Kettering Health Main Campus, formerly known as Kettering Medical Center (KMC), non-profit hospital in Kettering, Ohio, United States. Founded in 1964, it is the flagship hospital of Kettering Health, and is directly affiliated with the Seventh-day Adventist Church. It is also affiliated with the Boonshoft School of Medicine.

==History==
Virginia Kettering and her husband Eugene, son of famous inventor Charles F. Kettering, were native citizens of Dayton. They moved to Hinsdale, Illinois near Chicago in the 1940s. During the polio epidemic in the 1950s, they were inspired by the care given at Hinsdale Hospital, which would play a vital role in the foundation of Kettering Medical Center. Following the death of his father in 1958, the younger Ketterings moved from Illinois back to Dayton to help manage family affairs.
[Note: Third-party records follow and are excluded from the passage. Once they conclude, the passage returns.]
import { Fragment } from 'react';
import Svg from 'react-native-svg';
import { knotText, type KnotWordings } from '@/components/text/pierce-designer.ts';
import { roles } from '@/components/theme/roles.ts';
import type { FocusScale } from '@/strategy/machine.ts';
import type { Stage } from '@/strategy/pierce/stage.ts';
import type { UnitSystem } from '@/strategy/units/index.ts';
import type { EndPlace, KnotPlace, Place } from './knot-places.ts';
import { knotValueWordings } from './knot-value.ts';
import { laneUnit } from './lane-scale.ts';
import type { SectionGeometry } from './section-geometry.ts';
import { letteringWidth, type LaneName } from './section-layout.ts';
import { Lettering, Path, Rect } from './still-shapes.tsx';

/** A lane's knots, and where the lane begins, px. */
export type LaneOfKnots = { readonly lane: LaneName; readonly top: number; readonly knots: readonly KnotPlace[] };

type KnotMarksProps = {
  lanes: readonly LaneOfKnots[];
  ends: readonly EndPlace[];
  stages: readonly Stage[];
  dial: FocusScale;
  geometry: SectionGeometry;
  system: UnitSystem;
};

/** What can be taken hold of, as it is drawn over the section: the chosen one larger, with its value. */
export function KnotMarks({ lanes, ends, stages, dial, geometry, system }: KnotMarksProps) {
  const { width, height } = geometry;
  const chosenEnd = ends.find(({ chosen }) => chosen);
  return (
    <Svg aria-hidden width="100%" height={height} viewBox={`0 0 ${width} ${height}`} style={{ overflow: 'visible' }}>
      {lanes.map(({ lane, top, knots }) => {
        const chosen = knots.find((place) => place.chosen);
        return (
          <Fragment key={lane}>
            {knots.map((place, index) => (
              <Rect key={index} testID="lane-knot" {...place.mark} {...paint(place)} />
            ))}
            {chosen && (
              <KnotValue
                wordings={knotValueWordings(chosen.knot, stages, dial, system)}
                at={geometry.x(chosen.knot.time)}
                from={geometry.left + letteringWidth(`${knotText.laneShort(lane)}, ${laneUnit(lane, system)}`) + 10}
                to={geometry.right}
                y={top + 14}
              />
            )}
          </Fragment>
        );
      })}
      {ends.map((place) => (
        <Path key={place.stage} d={`M${place.mark.x} ${place.mark.y}h8v11l-4 6l-4 -6z`} {...paint(place)} />
      ))}
      {chosenEnd && <EndValue place={chosenEnd} geometry={geometry} />}
    </Svg>
  );
}

const paint = ({ chosen }: Place) => ({
  fill: chosen ? roles.ember : roles.sheet,
  stroke: chosen ? roles.ember : roles.ink,
  strokeWidth: 1.6,
});

/** The chosen duration beside its handle. */
function EndValue({ place, geometry }: { place: EndPlace; geometry: SectionGeometry }) {
  const end = place.mark.x + place.mark.width / 2;
  const text = knotText.duration(place.duration);
  const width = letteringWidth(text, 16) + 8;
  const before = end + 12 + width > geometry.right;
  return <Value x={before ? end - 12 - width : end + 10} y={geometry.handleRow + 6} width={width} text={text} />;
}

type KnotValueProps = { wordings: KnotWordings; at: number; from: number; to: number; y: number };

/** The chosen knot's value in the line of the lane's name: above the knot where there is room, and never under the name. */
function KnotValue({ wordings, at, from, to, y }: KnotValueProps) {
  const fitting = wordings.find((one) => letteringWidth(one, 16) + 8 <= to - from);
  const text = fitting ?? wordings.at(-1) ?? wordings[0];
  const width = letteringWidth(text, 16) + 8;
  return <Value x={Math.max(from, Math.min(to - width, at - width / 2))} y={y} width={width} text={text} />;
}

function Value({ x, y, width, text }: { x: number; y: number; width: number; text: string }) {
  return (
    <>
      <Rect x={x} y={y - 15} width={width} height={20} fill={roles.sheet} />
      <Lettering x={x + 4} y={y} figure size={16} colour={roles.ember}>
        {text}
      </Lettering>
    </>
  );
}
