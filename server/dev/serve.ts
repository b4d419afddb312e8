import { serve } from '../main.ts';

// The product's server as a child of the set-up: says where it listens, and leaves when its parent is gone.
const { address } = await serve();
process.send?.({ address });
process.once('disconnect', () => process.kill(process.pid, 'SIGTERM'));
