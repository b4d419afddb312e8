import { knotText } from '@/components/text/pierce-designer.ts';
import type { FocusScale } from '@/strategy/machine.ts';
import type { Stage } from '@/strategy/pierce/stage.ts';
import type { UnitSystem } from '@/strategy/units/index.ts';
import type { Knot } from './knots.ts';

/** Wordings of a knot's value, the longest first: with the dial's number beside a focus position, with the peak beside a mean. */
export function knotValueWordings(
  knot: Knot,
  stages: readonly Stage[],
  scale: FocusScale,
  system: UnitSystem,
): readonly [string, string] {
  const [{ stage, end }] = knot.ends;
  const [value, beside] = knotText.value(knot, stages[stage]?.[end].standoff ?? 0, scale, system);
  return [beside === undefined ? value : `${value}, ${beside}`, value];
}
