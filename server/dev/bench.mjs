// `npm run bench -- [case …]`: each case of tests/bench on its own, one line of JSON each.
import fs from 'node:fs';
import path from 'node:path';
import { root } from './folders.mjs';
import { ensurePackages } from './packages.mjs';
import { runCommand, say } from './say.mjs';

await runCommand(async () => {
  ensurePackages();
  const { runTool } = await import('./tool.mjs');
  const folder = path.join(root, 'tests/bench');
  const ending = '.bench.ts';
  const known = fs
    .readdirSync(folder)
    .filter((file) => file.endsWith(ending))
    .map((file) => file.slice(0, -ending.length))
    .sort();
  const asked = process.argv.slice(2);
  const unknown = asked.filter((name) => !known.includes(name));
  if (unknown.length > 0) {
    say(`No such case: ${unknown.join(', ')}. There are: ${known.join(', ')}.`);
    process.exitCode = 1;
    return;
  }
  // One after the other, each in a process of its own: no case warms up another's code.
  for (const name of asked.length === 0 ? known : asked) {
    const code = await runTool('tsx', [path.join(folder, `${name}${ending}`)]);
    if (code !== 0) process.exitCode = 1;
  }
});
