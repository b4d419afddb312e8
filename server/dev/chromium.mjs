import fs from 'node:fs';
import { installDebian } from './debian.mjs';

export const chromium = process.env.CHROMIUM ?? '/usr/bin/chromium';

/** Makes sure of Debian's Chromium for the browser tests. */
export function ensureChromium() {
  if (!fs.existsSync(chromium)) installDebian(['chromium'], 'Chromium is needed for the browser tests and not here.');
}
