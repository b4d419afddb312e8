import { contentSame, draftOf, draftReduce, type Draft, type DraftAction } from './draft.ts';
import { historyMoved, historyNext, historyOf, type History } from '@/components/ui/history.ts';
import type { StrategyContent } from '@/shared/strategies.ts';

export type DraftHistory = History<Draft>;

export type HistoryAction = DraftAction | { do: 'undo' } | { do: 'redo' } | { do: 'settle' };

export const historyOfContent = (content: StrategyContent): DraftHistory => historyOf(draftOf(content));

export function historyReduce(history: DraftHistory, action: HistoryAction): DraftHistory {
  const { draft, open } = history;
  switch (action.do) {
    case 'undo':
    case 'redo':
      return historyMoved(history, action.do);
    case 'settle':
      return open === null ? history : { ...history, open: null };
    case 'load':
      return historyOfContent(action.content);
    default: {
      const next = draftReduce(draft, action);
      if (next === draft || sameDraft(next, draft)) return history;
      return historyNext(history, next, 'field' in action ? (action.field ?? null) : null);
    }
  }
}

const sameDraft = (a: Draft, b: Draft): boolean =>
  contentSame(a.content, b.content) &&
  a.stageKeys.join() === b.stageKeys.join() &&
  JSON.stringify(a.typed) === JSON.stringify(b.typed);
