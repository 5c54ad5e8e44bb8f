"""Times within a shot: durations in words, starts in one column, steps as bars."""

from __future__ import annotations

import math
from collections.abc import Sequence
from dataclasses import dataclass
from decimal import Decimal
from typing import Literal

from nightfold.concise import plain

_UNITS = ((1.0, "s"), (1e-3, "ms"), (1e-6, "µs"), (1e-9, "ns"))
_JUST_BELOW = 1 - 1e-9
_LEAST_CELL = 0.5
_LEAST_DECADE, _MOST_DECADE = 0.5, 5.0
UNKNOWN = "?"
Scale = Literal["linear", "logarithm", "crowded"]


@dataclass(frozen=True, slots=True)
class Bar:
    """Where the bar of a step lies, in cells; one of no length is only a mark."""

    start: int
    length: int
    kind: Literal["bar", "mark", "unknown"]


def lasting(seconds: float, digits: int = 6) -> str:
    """Return a duration in the unit that suits it: ``10 s``, ``8.4 ms``, ``5 µs``; ``?`` for NaN.

    Examples
    --------
    >>> lasting(0.0084)
    '8.4 ms'
    """
    if not math.isfinite(seconds):
        return UNKNOWN
    size, unit = unit_of(seconds)
    return f"{plain(float(f'{seconds / size:.{digits}g}'))} {unit}"


def unit_of(seconds: float) -> tuple[float, str]:
    """Return the unit in which a time is a number of one to three digits, as seconds and name."""
    if not seconds:
        return _UNITS[0]
    return next((pair for pair in _UNITS if abs(seconds) >= pair[0] * _JUST_BELOW), _UNITS[-1])


def starts(durations: Sequence[float]) -> tuple[list[str], str]:
    """Return when each step starts, aligned at the decimal point, and the unit; `` +?`` follows what is not known.

    Parameters
    ----------
    durations : sequence of float
        Seconds; NaN where not known.
    """
    known = [0.0 if math.isnan(duration) else duration for duration in durations]
    clock = [math.fsum(known[:place]) for place in range(len(known))]
    size, unit = unit_of(max(clock, default=0.0))
    texts = [f"{Decimal(f'{at / size:.12g}'):f}" for at in clock]
    whole = [text.partition(".") for text in texts]
    before = max((len(head) for head, _, _ in whole), default=0)
    after = max((len(dot + tail) for _, dot, tail in whole), default=0)
    first = next((place for place, one in enumerate(durations) if math.isnan(one)), len(known))
    return [
        head.rjust(before) + (dot + tail).ljust(after) + (" +?" if place > first else "")
        for place, (head, dot, tail) in enumerate(whole)
    ], unit


def bars(durations: Sequence[float], width: int) -> tuple[list[Bar], Scale]:
    """Return the bars of steps that follow each other, and their scale.

    The scale is linear where the shortest step still fills half a cell. Else a bar's length goes by the logarithm of
    its duration: ten times as long is one unit more, and the shortest has one. Where there are so many steps that a
    unit would be less than half a cell, the bars do not follow each other but all begin at the left.

    Parameters
    ----------
    durations : sequence of float
        Seconds; what is not known, or not above zero, gets a mark of one cell.
    width : int
        Cells for all of them together.
    """
    known = [duration for duration in durations if _has_length(duration)]
    room = max(1, width - (len(durations) - len(known)))
    if not known or min(known) * room >= _LEAST_CELL * math.fsum(known):
        cell = math.fsum(known) / room
        lengths = [duration / cell if _has_length(duration) else 1.0 for duration in durations]
        return _one_after_the_other(durations, lengths, width), "linear"
    units = [1 + math.log10(one / min(known)) if _has_length(one) else 1.0 for one in durations]
    unit = width / math.fsum(units)
    if unit >= _LEAST_DECADE:
        return _one_after_the_other(durations, [unit * one for one in units], width), "logarithm"
    unit = min(_MOST_DECADE, width / max(units))
    return [
        Bar(0, max(1, round(unit * one)) if _has_length(duration) else 1, _kind(duration))
        for duration, one in zip(durations, units, strict=True)
    ], "crowded"


def _one_after_the_other(durations: Sequence[float], lengths: Sequence[float], width: int) -> list[Bar]:
    """Return bars each of which begins where the one before ends, and has one cell at least."""
    placed: list[Bar] = []
    end = 0.0
    for duration, length in zip(durations, lengths, strict=True):
        start = max(0, min(round(end), width - 1))
        end += length
        placed.append(Bar(start, max(1, min(round(end), width) - start), _kind(duration)))
    return placed


def _has_length(duration: float) -> bool:
    return math.isfinite(duration) and duration > 0


def _kind(duration: float) -> Literal["bar", "mark", "unknown"]:
    if _has_length(duration):
        return "bar"
    return "mark" if math.isfinite(duration) else "unknown"
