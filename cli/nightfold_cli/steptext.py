"""Settings of steps, and what differs in them, in words."""

from __future__ import annotations

import math
from collections.abc import Callable
from datetime import datetime
from typing import TYPE_CHECKING, Any

from nightfold.concise import short
from nightfold_cli.scantext import counted
from nightfold_cli.settings import ENOUGH, setting
from nightfold_cli.sparklines import sparklines

if TYPE_CHECKING:
    from nightfold.ledger.comparing import SettingChange, Stated
    from nightfold.ledger.spreads import Spread
    from nightfold.ledger.timeline import StepSetting

_RAMP = 10


def value_text(part: StepSetting, *, unicode: bool) -> str:
    """Return a setting without its name: ``0.18 W``; a ramp as bars, first and last number, how many points."""
    ramp = part.ramp
    if ramp is None:
        return setting(part.value, part.unit, digits=ENOUGH)
    return ramp_text(ramp, unicode=unicode)


def ramp_text(ramp: tuple[float, ...], *, unicode: bool) -> str:
    """Return a list of numbers in a few words: ``▇▅▃▂▁ 6.4 → 0.16, 41 points``."""
    if not ramp:
        return "no points"
    if len(ramp) > 1 and len(set(ramp)) == 1:
        return f"{short(ramp[0])} at {len(ramp)} points"
    (line,) = sparklines([ramp], _RAMP, unicode=unicode)
    count = "1 point" if len(ramp) == 1 else f"{len(ramp)} points"
    ends = short(ramp[0]) if len(ramp) == 1 else f"{short(ramp[0])} {_arrow(unicode)} {short(ramp[-1])}"
    return f"{line} {ends}, {count}"


def spread_text(part: StepSetting, when: Callable[[datetime], str]) -> str:
    """Return how a setting differs between shots: ``1.1…1.3 mW, 2 edits 10-05``."""
    spread = part.spread
    if spread is None:
        return ""
    words = [f"{spread.values} {'ramps' if part.ramp is not None else 'values'}"]
    span = _span(part, spread)
    if span:
        words = [span] if spread.swept or spread.edits else [span, *words]
    if spread.swept:
        words.append("swept")
    if spread.edits:
        words.append(counted(spread.edits, "edit"))
    last = "" if spread.changed is None else f" {when(spread.changed)}"
    return ", ".join(words) + last


def _span(part: StepSetting, spread: Spread) -> str:
    """Return the range of a setting, or its two words."""
    if spread.words and part.ramp is None:
        return ", ".join(spread.words)
    if isinstance(part.value, bool):
        return "false, true"
    if isinstance(part.value, str) or spread.low is None or spread.high is None or spread.low == spread.high:
        return ""
    return f"{short(spread.low)}…{short(spread.high)} {part.unit}".rstrip()


def change_text(change: SettingChange, *, unicode: bool) -> str:
    """Return how a setting changed: ``0.22 → 0.34 W``; with ``+`` or ``-`` in front where only one has it."""
    if change.old is None or change.new is None:
        sign, stated = ("+", change.new) if change.old is None else ("-", change.old)
        return f"{sign} {stated_text(stated, unicode=unicode)}"
    return _changed(change.old, change.new, unicode=unicode)


def stated_text(stated: Stated | None, *, unicode: bool) -> str:
    """Return a setting as one shot has it."""
    from nightfold.ledger.timeline import ramp_of

    if stated is None:
        return setting(None)
    ramp = ramp_of(stated.value)
    return (
        setting(stated.value, stated.unit, digits=ENOUGH)
        if ramp is None
        else ramp_text(ramp, unicode=unicode)
    )


def _changed(old: Stated, new: Stated, *, unicode: bool) -> str:
    from nightfold.ledger.timeline import ramp_of

    one, other = ramp_of(old.value), ramp_of(new.value)
    if one and other:
        return _ramps(one, other, unicode=unicode)
    digits = next(
        n
        for n in range(ENOUGH, 18)
        if n == 17 or setting(old.value, old.unit, n) != setting(new.value, new.unit, n)
    )
    shared = old.unit == new.unit
    before = setting(old.value, None if shared else old.unit, max(digits, ENOUGH))
    return f"{before} {_arrow(unicode)} {setting(new.value, new.unit, digits)}"


def _ramps(old: tuple[float, ...], new: tuple[float, ...], *, unicode: bool) -> str:
    """Return how a list of numbers changed: both as bars of one scale, and where they differ most."""
    arrow = _arrow(unicode)
    before, after = sparklines([old, new], _RAMP, unicode=unicode)
    words = [f"{before} {arrow} {after}"]
    if len(old) != len(new):
        words.append(f"{len(old)} {arrow} {len(new)} points")
    else:
        apart = [_apart(a, b) for a, b in zip(old, new, strict=True)]
        most = max(range(len(apart)), key=lambda place: apart[place])
        count = sum(difference > 0 for difference in apart)
        if count == 1:
            words.append(f"point {most + 1} of {len(new)}: {short(old[most])} {arrow} {short(new[most])}")
        else:
            by = f" (point {most + 1}: {short(old[most])} {arrow} {short(new[most])})"
            words.append(f"{count} of {len(new)} points differ, by at most {short(apart[most])}{by}")
    if len(old) != len(new):
        words += [
            f"{name} {short(a)} {arrow} {short(b)}"
            for name, a, b in (("first", old[0], new[0]), ("last", old[-1], new[-1]))
            if _apart(a, b)
        ]
    return "; ".join(words)


def _apart(one: float, other: float) -> float:
    """Return by how much two numbers differ; endlessly where one is no number."""
    if (math.isnan(one) and math.isnan(other)) or one == other:
        return 0.0
    difference = abs(one - other)
    return math.inf if math.isnan(difference) else difference


def plain_value(value: Any) -> Any:
    """Return a setting for JSON: a list where it is a list of numbers."""
    from nightfold.ledger.timeline import ramp_of

    ramp = ramp_of(value)
    return value if ramp is None else list(ramp)


def _arrow(unicode: bool) -> str:
    return "→" if unicode else "->"
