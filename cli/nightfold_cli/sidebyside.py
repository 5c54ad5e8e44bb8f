"""Several models of the same data side by side: on the screen, and as JSON."""

from __future__ import annotations

import math
from collections.abc import Sequence
from typing import TYPE_CHECKING, Any

from nightfold.concise import in_parts, rounded
from nightfold_cli import estimates
from nightfold_cli.layout import Cell, Column, Row
from nightfold_cli.scantext import counted
from nightfold_cli.settings import setting

if TYPE_CHECKING:
    from nightfold.fits.comparison import Candidate, Combined, Comparison
    from nightfold_cli.render import Screen
    from nightfold_cli.slices import Slice

_LEAST = 0.001


def compare(fits: Sequence[tuple[str, Sequence[Slice]]], estimate: str | None) -> list[Comparison]:
    """Return the comparisons, one a slice; none of a single model."""
    if len(fits) < 2:
        return []
    from dataclasses import replace

    from nightfold.fits.comparison import compare_fits

    return [
        replace(compare_fits([part.result for part in parts], estimate=estimate), where=parts[0].where)
        for parts in zip(*(parts for _, parts in fits), strict=True)
    ]


def show_comparison(screen: Screen, compared: Sequence[Comparison]) -> None:
    """Show a line a model, and the average with its two uncertainties."""
    for each in compared:
        where = ", ".join(f"{name} {setting(value)}" for name, value in each.where.items())
        screen.heading(
            "models side by side", f"{where + ', ' if where else ''}by AICc of {counted(each.n, 'shot')}"
        )
        head = f"{each.estimate}" if each.estimate else "estimate"
        columns = [
            Column("model"),
            Column("weight", right=True),
            Column("ΔAICc" if screen.unicode else "dAICc", right=True),
            Column("free", right=True, spare=1),
            Column(head, right=True),
            Column("trust"),
        ]
        screen.table(columns, [_row(each, candidate) for candidate in each.candidates], empty="no models")
        for line in _said(each):
            screen.text(line)


def _row(comparison: Comparison, candidate: Candidate) -> Row:
    """Return the line of a model."""
    own = "" if comparison.estimate else f"{candidate.name} "
    value = estimates.value_text(candidate.estimate)
    return [
        candidate.model,
        _weight(candidate.weight),
        f"{candidate.delta:.1f}" if math.isfinite(candidate.delta) else "-",
        str(candidate.free),
        f"{own}{value} {candidate.estimate.unit}".strip(),
        Cell("yes" if candidate.trusted else "NO"),
    ]


def _weight(weight: float) -> str:
    """Return a share of belief."""
    if math.isnan(weight):
        return "-"
    return f"{weight:.3f}" if weight >= _LEAST or not weight else f"< {_LEAST}"


def _said(comparison: Comparison) -> list[str]:
    """Return the average over the models in words."""
    if comparison.estimate is None:
        return ["These models have no position or rate in common; --estimate NAME compares another estimate."]
    if comparison.combined is None:
        return ["There are too few shots to weigh these models against each other."]
    combined, unit = comparison.combined, comparison.combined.unit
    lines = [
        f"{comparison.estimate} over all models: {_parts(combined)} {unit}".rstrip()
        + ": in brackets its standard uncertainty, then what the choice of the model adds. "
        + f"Between the models: {rounded(comparison.spread)} {unit}".rstrip()
        + "."
    ]
    if not combined.trusted:
        lines.append("DO NOT TRUST this average: a model of some weight is not to be trusted.")
    return lines


def _parts(combined: Combined) -> str:
    """Return ``61.362(20)(7)``."""
    return in_parts(combined.value, combined.stderr, combined.model_stderr)


def comparison_entry(comparison: Comparison) -> dict[str, Any]:
    """Return a comparison for JSON."""
    combined = comparison.combined
    return {
        "slice": dict(comparison.where),
        "shots": comparison.n,
        "estimate": comparison.estimate,
        "models": [each.row() for each in comparison.candidates],
        "combined": None
        if combined is None
        else {
            "value": combined.value,
            "stderr": combined.stderr,
            "model_stderr": combined.model_stderr,
            "unit": combined.unit,
            "trusted": combined.trusted,
        },
        "spread": comparison.spread,
    }
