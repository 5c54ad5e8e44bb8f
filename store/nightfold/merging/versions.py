"""The versions of derived quantities of two machines become those of one."""

from __future__ import annotations

import json

from sqlalchemy import Connection, select, update

from nightfold import tables
from nightfold.ledger.deriving import version_rows
from nightfold.ledger.names import MachineNames
from nightfold.merging.rows import point_to

_Numbers = dict[tuple[str, str], str]


def join_versions(connection: Connection, old: MachineNames, into: MachineNames) -> None:
    """Give the expressions of one machine numbers after the other's, and let the fits of its scans say so.

    To be done while the sequences are still those of the old machine.
    """
    table = tables.derivation
    known: dict[tuple[str, str, str], tuple[int, str]] = {}
    highest: dict[str, int] = {}
    for row, said in version_rows(connection, into.name):
        known[row.name, said["expression"], said["unit"]] = row.id, row.version
        highest[row.name] = max(highest.get(row.name, 0), int(row.version))
    numbers: _Numbers = {}
    twins: dict[int, int] = {}
    for row, said in list(version_rows(connection, old.name)):
        twin = known.get((row.name, said["expression"], said["unit"]))
        if twin is not None:
            twins[row.id], numbers[row.name, row.version] = twin
            continue
        highest[row.name] = highest.get(row.name, 0) + 1
        numbers[row.name, row.version] = version = str(highest[row.name])
        settings = json.dumps({**said, "machine": into.name}, ensure_ascii=False)
        own = update(table).where(table.c.id == row.id)
        connection.execute(own.values(version=version, settings=settings))
    point_to(connection, table, twins)
    if numbers:
        _renumber_fits(connection, old.id, numbers)


def _renumber_fits(connection: Connection, machine_id: int, numbers: _Numbers) -> None:
    fit, scan, sequence = tables.fit, tables.scan, tables.sequence
    query = (
        select(fit.c.id, fit.c.settings)
        .join(scan, scan.c.id == fit.c.scan_id)
        .join(sequence, sequence.c.id == scan.c.sequence_id)
        .where(sequence.c.machine_id == machine_id)
    )
    for row in connection.execute(query).all():
        settings = json.loads(row.settings)
        if used := settings.get("derived"):
            settings["derived"] = {
                name: numbers.get((name, version), version) for name, version in used.items()
            }
            changed = update(fit).where(fit.c.id == row.id)
            connection.execute(changed.values(settings=json.dumps(settings, default=float)))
Health care was a primary focus of Charles Kettering, so Eugene and Virginia led efforts to open a local area hospital in his honor. Ground was broken on July 7, 1961. In 1964, Charles F. Kettering Memorial Hospital opened under the leadership of the Seventh-day Adventist Church.

In 2016, Kettering Health opened the new pavilion that houses the Kettering Health Cancer Center, and Kettering Health Brain & Spine. The $60 million structure is connected to the main hospital via a skybridge over Southern Boulevard.

==Awards and recognitions==
The hospital received a grade A from The Leapfrog Group from fall 2012 to spring 2015.